== Dataset ==
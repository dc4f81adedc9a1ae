"""What a regression is said to show: "no effect", or an effect.

Read from the words the author wrote beside the result ("Conclusion: humidity has no effect",
"not significant", "assay is stable"), else from the reported p-value against the policy's alpha.
The design checks judge the design against this claim: a "no effect" claim needs a design that
could have detected the slope that matters; an "effect" claim should not rest on one point.

The words are matched with plain patterns (negated phrases first, so "not significant" is not read
as "significant"); a text without either kind of claim is ignored.
"""

from __future__ import annotations

import re
from collections.abc import Iterable
from dataclasses import dataclass
from functools import lru_cache
from typing import Literal

from auditor.compare.precision import parse_text_number
from auditor.model import ReportedValue

ClaimKind = Literal["no-effect", "effect"]

_WHAT = (
    r"(effect|relationship|relation|correlation|association|dependence|influence|impact|trend|"
    r"link|drift|change|slope)"
)
_NO_EFFECT = [
    re.compile(p, re.I)
    for p in (
        r"\bno\s+(\w+\s+){0,2}" + _WHAT + r"s?\b",  # "no effect", "no significant trend"
        r"\bnot\s+(statistically\s+)?significant",
        r"\b(non-?|in)significant\b",
        r"^\s*n\.?\s?s\.?\s*$",
        r"\b(does|do|did|has|have|had)\s*(not|n't)\s+(significantly\s+)?"
        r"(affect|influence|change|depend|matter|drift|trend|correlate|impact)",
        r"\b(has|have|had|shows?|showed)\s+no\b",
        r"\bindependent\s+of\b",
        r"\bunaffected\b",
        r"\bno\s+evidence\b",
        r"\bnegligible\b",
        r"\b(is|are|was|were|remains?|remained)\s+stable\b",
    )
]
_EFFECT = [
    re.compile(p, re.I)
    for p in (
        r"\bsignificant(ly)?\b",
        r"\b(increases?|decreases?|rises?|falls?|grows?|declines?|drops?)\s+(with|as|when)\b",
        r"\b(affects|depends\s+on)\b",  # verbs only: "Impact strength" is a title
        r"\b(clear|strong|real)\s+" + _WHAT + r"\b",
    )
]


def claim_in_text(text: str) -> ClaimKind | None:
    """'Conclusion: humidity has no effect' -> 'no-effect'; 'slope is significant' -> 'effect'."""
    if not isinstance(text, str) or len(text) > 400:
        return None
    return _claim_in(text)


@lru_cache(maxsize=4096)
def _claim_in(text: str) -> ClaimKind | None:
    """claim_in_text's reading of one text: each design check of each regression asks again
    about the same words around it."""
    if any(p.search(text) for p in _NO_EFFECT):
        return "no-effect"
    if any(p.search(text) for p in _EFFECT):
        return "effect"
    return None


@dataclass(frozen=True)
class Claim:
    """The claim a regression supports, and where it was read."""

    kind: ClaimKind | None  # None: nothing was claimed (no p reported, no words)
    source: str  # "text", "p-value" or "none"
    text: str = ""  # the words, or the reported p as shown
    cell: str | None = None

    def describe(self) -> str:
        if self.kind is None:
            return "no claim stated"
        said = "no effect" if self.kind == "no-effect" else "an effect"
        where = f" in {self.cell}" if self.cell else ""
        if self.source == "text":
            return f"the workbook concludes {said}{where} ({self.text!r})"
        return f"the reported p{where} is {self.text}, which reads as {said}"


def claim_from_texts(texts: Iterable[str | tuple[str, str | None]]) -> Claim | None:
    """The first text (caller orders them, nearest first) that states a claim.

    Items are texts or (text, cell) pairs.
    """
    for item in texts:
        text, cell = (item, None) if isinstance(item, str) else item
        kind = claim_in_text(text)
        if kind is not None:
            return Claim(kind, "text", text.strip(), cell)
    return None


def claim_from_p(value: float | str | None, alpha: float) -> ClaimKind | None:
    """A reported p (a number, or text such as '<0.001', 'n.s.', 'p > 0.1') read at ``alpha``."""
    if isinstance(value, bool) or value is None:
        return None
    if isinstance(value, (int, float)):
        return "effect" if value < alpha else "no-effect"
    text = value.strip().lower().replace("≤", "<=").replace("≥", ">=")
    text = re.sub(r"^p\s*", "", text)
    if claim_in_text(text) == "no-effect":
        return "no-effect"
    match = re.fullmatch(r"(<=|>=|<|>|=)?\s*(.+)", text)
    number = parse_text_number(match.group(2)) if match else None
    if number is None or match is None:
        return None
    op = match.group(1) or "="
    if op in ("<", "<="):
        return "effect" if number <= alpha else None  # "< 0.1" says nothing at alpha 0.05
    if op in (">", ">="):
        return "no-effect" if number >= alpha else None
    return "effect" if number < alpha else "no-effect"


def read_claim(
    reported: dict[str, ReportedValue],
    alpha: float,
    texts: Iterable[str | tuple[str, str | None]] = (),
) -> Claim:
    """Words beside the result win; else the reported p-value of the slope; else no claim."""
    stated = claim_from_texts(texts)
    if stated is not None:
        return stated
    for key in sorted(k for k in reported if k.split("@")[0] == "p_slope"):
        value = reported[key]
        kind = claim_from_p(value.value, alpha)
        if kind is not None:
            shown = value.value if isinstance(value.value, str) else f"{value.value:.3g}"
            return Claim(kind, "p-value", str(shown), value.cell)
    return Claim(None, "none")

== What the exercise asks ==
Your answer should hold exactly the lines from the one containing "op = match.group(1)" to the last line of the data, both included, and no others.

== Solution to the exercise ==
    op = match.group(1) or "="
    if op in ("<", "<="):
        return "effect" if number <= alpha else None  # "< 0.1" says nothing at alpha 0.05
    if op in (">", ">="):
        return "no-effect" if number >= alpha else None
    return "effect" if number < alpha else "no-effect"


def read_claim(
    reported: dict[str, ReportedValue],
    alpha: float,
    texts: Iterable[str | tuple[str, str | None]] = (),
) -> Claim:
    """Words beside the result win; else the reported p-value of the slope; else no claim."""
    stated = claim_from_texts(texts)
    if stated is not None:
        return stated
    for key in sorted(k for k in reported if k.split("@")[0] == "p_slope"):
        value = reported[key]
        kind = claim_from_p(value.value, alpha)
        if kind is not None:
            shown = value.value if isinstance(value.value, str) else f"{value.value:.3g}"
            return Claim(kind, "p-value", str(shown), value.cell)
    return Claim(None, "none")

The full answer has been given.